Harvey just told the world it is building its own legal foundation model. Not a fine-tune. A whole new model series, reportedly in development as of June 18, 2026. The same company that started in 2022 and was reportedly a wrapper on top of GPT.

Here is the proof that this matters. Harvey charges around $1,200 per seat per month. Direct access to a frontier model like Claude.ai Team runs about $25 per seat per month. That is a 48x price gap. Customers are paying it.

So why would a company sitting on an $11 billion valuation, built entirely on rented intelligence, decide to start training its own brain? That is the question. And the answer tells you where every vertical AI company is heading next.

The Ownership Ladder

Here is the framework I want you to remember: The Ownership Ladder.

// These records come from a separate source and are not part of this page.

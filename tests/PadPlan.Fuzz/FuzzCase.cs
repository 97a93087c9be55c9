namespace PadPlan.Fuzz;

/// <summary>One fuzz case: a damaged input, the command run on it, and what came out.</summary>
public sealed record FuzzCase(int Index, string Source, string Damage, string Command)
{
    public int ExitCode { get; init; } = -1;
    public TimeSpan Duration { get; init; }
    /// <summary>CPU time of the case (the process's, the case running alone).</summary>
    public TimeSpan Cpu { get; init; }
    /// <summary>Peak resident memory while the case ran (<see cref="CaseMeter"/>).</summary>
    public long PeakBytes { get; init; }
    public string? Problem { get; init; }
    public string Err { get; init; } = "";
    /// <summary>The <see cref="KnownFaults"/> entry an internal fault matched: reported, not failed.</summary>
    public string? Known { get; init; }

    public override string ToString() => $"case {Index} ({Source}: {Damage}; padplan {Command}): {Problem}";

    /// <summary>One line of figures: exit code, wall and CPU time, peak memory.</summary>
    public string Figures() => $"exit {ExitCode}, {Duration.TotalSeconds:0.0} s wall, {Cpu.TotalSeconds:0.0} s CPU, {PeakBytes / (1024 * 1024)} MB peak";
}
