namespace PadPlan.Fuzz;

/// <summary>How many cases, from which seed, and the limits each case must keep. The normal suite runs 500 cases from a fixed seed; PADPLAN_FUZZ_CASES and PADPLAN_FUZZ_SEED ask for a longer or different run.</summary>
/// <param name="CaseTimeout">Wall time after which a case counts as hung (raised on a machine so busy that this is too short).</param>
/// <param name="MemoryLimitBytes">Peak resident memory allowed while one command runs, the harness's own share included.</param>
/// <param name="CpuLimit">CPU time allowed for one command.</param>
public sealed record FuzzSettings(int Cases, int Seed, TimeSpan CaseTimeout, long MemoryLimitBytes, TimeSpan CpuLimit, string? KeepFailuresIn)
{
    public const int DefaultCases = 500;
    public const int DefaultSeed = 15;

    /// <summary>Issue 25: every command on an input inside the limits within 1 GB and 60 s.</summary>
    public static FuzzSettings FromEnvironment() => new(
        Number("PADPLAN_FUZZ_CASES", DefaultCases),
        Number("PADPLAN_FUZZ_SEED", DefaultSeed),
        TimeSpan.FromSeconds(Number("PADPLAN_FUZZ_TIMEOUT_S", 300)),
        1L * 1024 * 1024 * 1024,
        TimeSpan.FromSeconds(60),
        Environment.GetEnvironmentVariable("PADPLAN_FUZZ_KEEP"));

    private static int Number(string name, int fallback) =>
        int.TryParse(Environment.GetEnvironmentVariable(name), out var value) && value > 0 ? value : fallback;
}
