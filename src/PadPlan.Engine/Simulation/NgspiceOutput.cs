using System.Globalization;
using System.Text.RegularExpressions;

namespace PadPlan.Simulation;

/// <summary>
/// Reads what `ngspice -b` prints for an operating point without a control block: the "Node Voltage" table and the
/// "Source Current" table (ngspice manual, batch mode). Names come back in lower case.
/// </summary>
public static partial class NgspiceOutput
{
    public sealed record Values(Dictionary<string, double> Nodes, Dictionary<string, double> Branches);

    /// <summary>The node voltages and source branch currents, or a reason why there are none (non-convergence, a deck error).</summary>
    public static (Values? Values, string? Failure) Parse(string output)
    {
        var nodes = new Dictionary<string, double>(StringComparer.OrdinalIgnoreCase);
        var branches = new Dictionary<string, double>(StringComparer.OrdinalIgnoreCase);
        var section = "";
        foreach (var raw in output.ReplaceLineEndings("\n").Split('\n'))
        {
            var line = raw.Trim();
            if (line.StartsWith("Node", StringComparison.Ordinal) && line.Contains("Voltage", StringComparison.Ordinal)) { section = "node"; continue; }
            if (line.StartsWith("Source", StringComparison.Ordinal) && line.Contains("Current", StringComparison.Ordinal)) { section = "source"; continue; }
            if (section.Length == 0 || line.Length == 0 || line.StartsWith("----", StringComparison.Ordinal)) continue;
            var m = Row().Match(line);
            if (!m.Success) { section = ""; continue; }
            var value = double.Parse(m.Groups[2].Value, NumberStyles.Float, CultureInfo.InvariantCulture);
            var name = m.Groups[1].Value.ToLowerInvariant();
            if (section == "node") nodes[name] = value;
            else if (name.EndsWith("#branch", StringComparison.Ordinal)) branches[name[..^"#branch".Length]] = value;
        }
        // a singular matrix sends ngspice into gmin and source stepping, and what it prints then is no operating point
        if (nodes.Count > 0 && !output.Contains("singular matrix", StringComparison.OrdinalIgnoreCase)) return (new Values(nodes, branches), null);
        return (null, Failure(output));
    }

    // What ngspice says when it cannot find an operating point, in the words a builder can act on.
    private static string Failure(string output)
    {
        if (output.Contains("singular matrix", StringComparison.OrdinalIgnoreCase))
            return "ngspice found the circuit unsolvable at DC (singular matrix: a supply across a winding, a loop of windings, or a node with no path to ground)";
        if (output.Contains("no convergence", StringComparison.OrdinalIgnoreCase) || output.Contains("iteration limit", StringComparison.OrdinalIgnoreCase)
            || output.Contains("Timestep too small", StringComparison.OrdinalIgnoreCase))
            return "the operating point did not converge in ngspice (check the circuit for a supply shorted by a junction, a loop of sources or windings, or a part value far out of range)";
        var error = output.ReplaceLineEndings("\n").Split('\n').Select(l => l.Trim()).FirstOrDefault(l => l.StartsWith("Error", StringComparison.OrdinalIgnoreCase));
        return error is null ? "ngspice printed no operating point" : $"ngspice printed no operating point ({Short(error)})";
    }

    private static string Short(string text) => new(text.Take(160).Select(c => char.IsControl(c) ? ' ' : c).ToArray());

    [GeneratedRegex(@"^(\S+)\s+([-+]?[0-9.]+(?:[eE][-+]?[0-9]+)?)$")]
    private static partial Regex Row();
}
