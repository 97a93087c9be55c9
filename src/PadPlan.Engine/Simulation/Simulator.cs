using PadPlan.Model;

namespace PadPlan.Simulation;

/// <summary>
/// The one entry point of the simulation: the project's circuit to its DC operating point by ngspice, or the reason there
/// is none (no ngspice, a part without a model, no convergence, over the time limit). Run it once per command and hand
/// the result to the checker, the materials and the sheets.
/// </summary>
public static class Simulator
{
    public static SimulationResult Run(Project project, SimulationOptions? options = null)
    {
        options ??= SimulationOptions.Default;
        if (options.Off) return SimulationResult.Without(SimulationResult.SwitchedOff);
        var program = NgspiceProgram.Find(options);
        if (program is null) return SimulationResult.NotFound;
        CircuitDeck deck;
        try { deck = CircuitDeck.Of(project); }
        catch (ArgumentException e) { return SimulationResult.Without($"the circuit could not be written as a deck ({e.Message})"); }
        if (deck.Unmodelled.Count > 0)
            return SimulationResult.Without($"no SPICE model for {string.Join(", ", deck.Unmodelled.Take(6))}{(deck.Unmodelled.Count > 6 ? $" and {deck.Unmodelled.Count - 6} more" : "")} (give the part a SPICE line in the netlist)");
        var (output, failure) = NgspiceProgram.Run(program, deck.Text, options.Limit);
        if (output is null) return SimulationResult.Without(failure!);
        var (values, why) = NgspiceOutput.Parse(output);
        return values is null ? SimulationResult.Without(why!) : SimulationResult.Of(Point(project, deck, values));
    }

    /// <summary>The operating point in the project's own names, from what ngspice printed for the deck.</summary>
    public static OperatingPoint Point(Project project, CircuitDeck deck, NgspiceOutput.Values values)
    {
        double NodeVolts(string node) => node == "0" ? 0 : values.Nodes.GetValueOrDefault(node, double.NaN);
        var nets = new Dictionary<string, double>(StringComparer.Ordinal);
        foreach (var (net, node) in deck.Nodes)
            if (!double.IsNaN(NodeVolts(node))) nets[net] = NodeVolts(node);
        var parts = new Dictionary<string, PartFigures>(StringComparer.Ordinal);
        foreach (var group in deck.Senses.GroupBy(s => s.Ref, StringComparer.Ordinal))
        {
            var part = project.FindPart(group.Key)!;
            var leads = group.GroupBy(s => s.Pin, StringComparer.OrdinalIgnoreCase)
                .Select(g => new LeadCurrent(g.Key, g.Sum(s => values.Branches.GetValueOrDefault(s.Source.ToLowerInvariant())))).ToValueList();
            var power = leads.Sum(l => l.Amps * nets.GetValueOrDefault(part.NetOf(l.Pin) ?? "", 0));
            parts[group.Key] = new PartFigures(group.Key, leads, power);
        }
        var supplies = deck.Supplies.Select(s => new SupplyFigure(s.Label, s.Plus,
            nets.GetValueOrDefault(s.Plus) - nets.GetValueOrDefault(s.Minus), -values.Branches.GetValueOrDefault(s.Source)))
            .Where(s => Math.Abs(s.Volts) > 1e-9).ToValueList(); // a 0 V source is a signal input at rest, not a supply
        return new OperatingPoint(nets, supplies, parts);
    }
}
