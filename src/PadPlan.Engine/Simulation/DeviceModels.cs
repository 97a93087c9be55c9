using System.Globalization;
using System.Text.RegularExpressions;
using PadPlan.Model;

namespace PadPlan.Simulation;

/// <summary>
/// Generic device models for parts that come with no SPICE line (a PadPlan text netlist names a part "NPN small-signal"
/// or "8.2 V zener", not a model). The parameters are round textbook values recalled from memory, not a maker's data:
/// they give voltages to about a tenth of a volt in a biased stage, which is what a builder checks at the bench.
/// </summary>
public static partial class DeviceModels
{
    /// <summary>A model line for a kind of part, its name, and what it stands for (printed in the deck).</summary>
    public sealed record Model(string Name, string Line, string Note);

    public static readonly Model Silicon = new("pp_si", ".model pp_si D(IS=2.5n N=1.75 RS=0.6)", "small-signal silicon diode (from memory)");
    public static readonly Model Germanium = new("pp_ge", ".model pp_ge D(IS=2u N=1.3 RS=5)", "germanium point-contact diode (from memory)");
    public static readonly Model Schottky = new("pp_sch", ".model pp_sch D(IS=10n N=1.05 RS=1)", "small Schottky diode (from memory)");
    public static readonly Model Led = new("pp_led", ".model pp_led D(IS=1e-18 N=1.9 RS=3)", "red LED, about 1.8 V at 10 mA (from memory)");
    public static readonly Model Npn = new("pp_npn", ".model pp_npn NPN(IS=1e-14 BF=200 BR=3 VAF=100)", "small-signal NPN, hFE 200 (from memory)");
    public static readonly Model Pnp = new("pp_pnp", ".model pp_pnp PNP(IS=1e-14 BF=200 BR=3 VAF=100)", "small-signal PNP, hFE 200 (from memory)");
    public static readonly Model NJfet = new("pp_njf", ".model pp_njf NJF(VTO=-2 BETA=1.5m LAMBDA=10m)", "N-channel JFET, Vp -2 V, IDSS 6 mA (from memory)");
    public static readonly Model PJfet = new("pp_pjf", ".model pp_pjf PJF(VTO=2 BETA=1.5m LAMBDA=10m)", "P-channel JFET, Vp 2 V (from memory)");
    public static readonly Model NMos = new("pp_nmos", ".model pp_nmos NMOS(LEVEL=1 VTO=2 KP=0.2)", "N-channel enhancement MOSFET, threshold 2 V (from memory)");
    public static readonly Model PMos = new("pp_pmos", ".model pp_pmos PMOS(LEVEL=1 VTO=-2 KP=0.2)", "P-channel enhancement MOSFET, threshold -2 V (from memory)");

    /// <summary>A zener diode of the given breakdown voltage: silicon forward, breaking down at BV with 1 mA.</summary>
    public static Model Zener(double volts)
    {
        var v = volts.ToString("0.###", CultureInfo.InvariantCulture);
        var name = "pp_z" + v.Replace('.', 'v');
        return new(name, $".model {name} D(IS=2.5n N=1.75 RS=0.6 BV={v} IBV=1m)", $"{v} V zener (breakdown at 1 mA)");
    }

    /// <summary>The model a diode-like part gets from its kind and value words; null when the part is not one.</summary>
    public static Model? ForDiode(Part part, PartKind kind)
    {
        if (kind == PartKind.Led) return Led;
        if (kind != PartKind.Diode) return null;
        var value = part.Value;
        if (Says(value, "zener") || part.Ref.StartsWith("ZD", StringComparison.OrdinalIgnoreCase))
            return ZenerVolts(value) is { } bv ? Zener(bv) : null;
        if (Says(value, "LED")) return Led;
        if (Says(value, "schottky") || Says(value, "BAT") || Says(value, "1N58")) return Schottky;
        if (Says(value, "germanium") || Says(value, "Ge ") || Says(value, "OA9") || Says(value, "1N34")) return Germanium;
        return Silicon;
    }

    public static Model ForTransistor(Part part, PartKind kind) => kind switch
    {
        PartKind.Jfet => P(part) ? PJfet : NJfet,
        PartKind.Mosfet => P(part) ? PMos : NMos,
        _ => Says(part.Value, "PNP") ? Pnp : Npn,
    };

    /// <summary>The breakdown voltage a zener's value names ("8.2 V zener", "5V6", "BZX79-C6V2"), or null.</summary>
    public static double? ZenerVolts(string value)
    {
        var m = Volts().Match(value);
        if (!m.Success) return null;
        var text = m.Groups[2].Success && m.Groups[2].Value.Length > 0 ? $"{m.Groups[1].Value}.{m.Groups[2].Value}" : m.Groups[1].Value.Replace(',', '.');
        return double.TryParse(text, NumberStyles.Float, CultureInfo.InvariantCulture, out var v) && v is > 0 and < 1000 ? v : null;
    }

    // P-channel: the value says P-channel, PJF, P-JFET, PMOS or "P-ch".
    private static bool P(Part part) => Says(part.Value, "P-") || Says(part.Value, "PJF") || Says(part.Value, "PMOS") || Says(part.Value, "P channel") || Says(part.Value, "P-channel");

    private static bool Says(string text, string word) => text.Contains(word, StringComparison.OrdinalIgnoreCase);

    [GeneratedRegex(@"(\d+(?:[.,]\d+)?)\s*[vV](\d*)")]
    private static partial Regex Volts();
}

VERTICAL AI ECONOMICS · JUNE 2026HARVEY · PEREYRA · BIGLAW BENCH

The math behind owning the model instead of renting it.

Harvey seat price Per seat · per month
$1,200
Raw frontier access Claude Team · per seat
$25
Price gap vs raw model Harvey vs direct API
48x
Margin above model cost Seat price not paid to lab
98%

Every vertical AI company starts on the bottom rung. They rent intelligence. They call an API, slap a UI on top, and sell the wrapper. Cheap to start. Easy to copy. Zero moat.

The next rung up is orchestration. You stop betting on one model and route across many. Harvey reached this rung by May 2025, routing across OpenAI, Anthropic, and Google. One prompt can trigger up to 100 model calls. Each model gets benchmarked by Harvey's own lawyers.

The third rung is owning your evaluation layer. Harvey built BigLaw Bench, a legal benchmark scored by real attorneys. Harvey says its proprietary models outperform leading foundation models on that benchmark. That benchmark is an asset competitors cannot see.

The top rung is owning the model itself. That is the rung Harvey just stepped onto. The ladder is simple: rent, route, evaluate, own. Each rung deepens the moat. Each rung makes you harder to rip out.

Why Owning the Stack Beats Renting It Forever

Let me pull back and think about this the way a long-arc strategist would. The question is not "can Harvey build a model." The question is "what kind of asset are they building, and does it compound?"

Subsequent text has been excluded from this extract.